Seria demasiado redutor ceder à tentação do patriotismo pateta, do eu bem vos disse crítico, e reduzir Extrasolar a "Afrotrip", o primeiro single dele retirado e que é, segundo os Frikstailers, inspirado «pelos sons do underground lisboeta». Seria, porque a questão do «underground lisboeta» começa a saturar, tal como a propaganda turística em torno do rótulo «nova Lisboa». Seria, porque os Frikstailers olharam para essa Lisboa como voyeurs, e a sua opinião - ou visão - não nos interessa, ou não devia interessar, absolutamente nada. E seria porque "Afrotrip" nem sequer é a melhor malha do disco (boa, ainda assim).
 
Antes dela há todo um cosmos por descobrir, um realismo mágico argentino que foi pregado aos céus como as estrelas de um terraplanista que não levantou nunca o seu pescoço.

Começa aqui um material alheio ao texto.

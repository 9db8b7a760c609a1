/**
 * Every reference value of the built-in pack, told in sentences of our own: each sentence alone is
 * a whole draft, so it must name what it measures in words that put a draft on topic. A `right`
 * sentence states a value inside the reference range and must stay clean; a `wrong` one states a
 * clearly wrong value and must be flagged (`value.<id>` unless another rule is named) with the
 * reference number (its `key`, any one form) in the correction. Wordings vary on purpose: plain,
 * with a lead-in, with the value in a clause or in brackets. The source of each reference value,
 * as the pack cites it, is named in the comment above its row.
 */

/** One sentence: right (clean) or wrong (flagged, its correction carrying one of `key`). */
export type ReachRow = { text: string; right: true } | { text: string; right: false; key: string[]; rule?: string };

/** A reference id and its sentences. */
export type ReachCase = [id: string, rows: ReachRow[]];

/** A reference value that no sentence can state as a number of its own, and why. */
export type Skipped = [id: string, why: string];

const right = (text: string): ReachRow => ({ text, right: true });
const wrong = (text: string, key: string | string[], rule?: string): ReachRow => ({ text, right: false, key: typeof key === 'string' ? [key] : key, ...(rule === undefined ? {} : { rule }) });
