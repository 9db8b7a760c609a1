import { topicalThroughout } from './prose/topical-throughout.js';
import { bindQuantities, findTerms } from './claims/bind.js';
import { readAnnualRates } from './claims/annual-rates.js';
import { readPartitiveCounts } from './claims/partitive-counts.js';
import { restoreElidedUnits } from './claims/elided-units.js';
import { restoreTermUnits } from './claims/term-units.js';
import { asksForFigure, checkArithmetic } from './checks/arithmetic.js';
import { checkRanks } from './checks/rank/index.js';
import { checkReasoning, judgeByStance, paragraphReader, type ParagraphContext } from './checks/reasoning/index.js';
import { checkReferences } from './checks/reference.js';
import { reboundSlips } from './checks/rebound-slips.js';
import { unboundSlips } from './checks/unbound-slips.js';
import { checkUnits } from './checks/units.js';
import { hasNumeral, hasTwoNumerals } from './quantities/two-numerals.js';
import { FirnlineError } from './errors.js';
import { relative, resolve, sep } from 'node:path';
import { CHECKLIST_MARKER } from './report/checklist-markdown.js';
import { isChecklistText } from './report/checklist-lines.js';
import { sortById } from './report/sort.js';
import { createTopicMatcher, isVoicedQuote, quotesEarlierLine, splitSentences, type TopicMatcher } from './prose/index.js';
import { topicPattern } from './prose/topic-matcher.js';
import { paragraphWindows } from './prose/paragraph-windows.js';
import { draftLineWidth } from './prose/line-width.js';
import { introOf, leadInOf } from './prose/lead-in.js';
import { classWordsOf, entityWordsOf, subjectWordsOf } from './propositions/index.js';
import { tokenizeSentence } from './claims/frames-tokens.js';
import { parseQuantities } from './quantities/index.js';
import { claimIdOf, foldClaimText } from './review/claim-id.js';
import { describeRule, loadPacks } from './rulepack/index.js';
import type { FactForm, LoadedPacks } from './rulepack/types.js';
import { blockRange, createLineIndex, draftFormat, draftFromText, findDrafts, loadHtmlReader } from './source/index.js';
import { runFiles, type FileOutcome, type FileTask } from './speed/run-files.js';
import type { ResultCache } from './speed/cache.js';
import { inShard, type Shard } from './speed/shard.js';
import { sparseMarkdownDraft } from './speed/sparse-markdown.js';
import { cachedFindings } from './speed/sentence-cache.js';
import type { Binding, CheckResult, Claim, Draft, Flag, FlagDraft, Level, ProseBlock, Quantity, RuleInfo, Sentence, Verdict } from './types.js';

/** How a run is set up. Only `cwd` is required; packs default to the built-in pack. */
export interface CheckOptions {
  cwd: string;
  /** Packs already loaded (the CLI loads them once); otherwise loaded from `packFiles` + built-in. */
  packs?: LoadedPacks;
  packFiles?: string[];
  include?: string[];
  exclude?: string[];
  /** Per rule id: a new level, or `off` to drop the rule's flags. */
  levels?: Record<string, Level | 'off'>;
  /** Reads standard input for the path `-`. */
  readStdin?: () => Promise<string>;
  /** Claim ids and the ledger use paths relative to this folder (default: `cwd`). */
  projectRoot?: string;
  /** Worker threads for a run over many files (default: the machine's cores); 1 runs in this thread. */
  jobs?: number;
  /** A result cache (src/speed/cache.ts); none by default. */
  cache?: ResultCache;
  /** Only the files of this shard (split by project path). */
  shard?: Shard;
  /** Called as files are done: how many of how many. */
  onProgress?: (done: number, total: number) => void;
  /** Called once a run's pool workers are running (speed/run-files.ts); the command line sets its V8 flags again there. */
  onWorkersStarted?: () => void;
  /** Called once when the run's on-topic text reaches speed/run-files.ts LARGE_RUN_BYTES; the command line bounds its heap's growth there. */
  onLargeRun?: () => void;
  /** The folder `include`/`exclude` patterns are relative to (default: `cwd`). */
  filterRoot?: string;
}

Há "Cosmic Trip", que parece disco nórdico, mas onde encontramos - sabe-se lá porquê; talvez os samples, formando cantares estranhos - algo de escandalosamente "tradicional", uma imagem de um indígena construindo um foguetão; e logo a seguir há a furiosa "Brinca", que faz a ponte entre Atalanta e Mictlantecuhtli, trap para se dançar no topo do Templo Mayor.
 
Extrasolar não é uma fusão rara - elementos tradicionais aliados a uma certa ideia de futuro, tudo sob o jugo da electrónica mais dançável -, mas funciona tão bem ou melhor do que qualquer outra, deixando de lado a ideia de novelty para construir uma linguagem rica e, acima de tudo, cativante. Basta observar "Telotihuán", "Heridas" ou "El Mito" para o perceber, juntamente com qualquer uma das anteriores. Só não se escreva que fazem parte de algo como «a nova América Latina». É que não nos queremos enjoar nem queremos que eles se estraguem.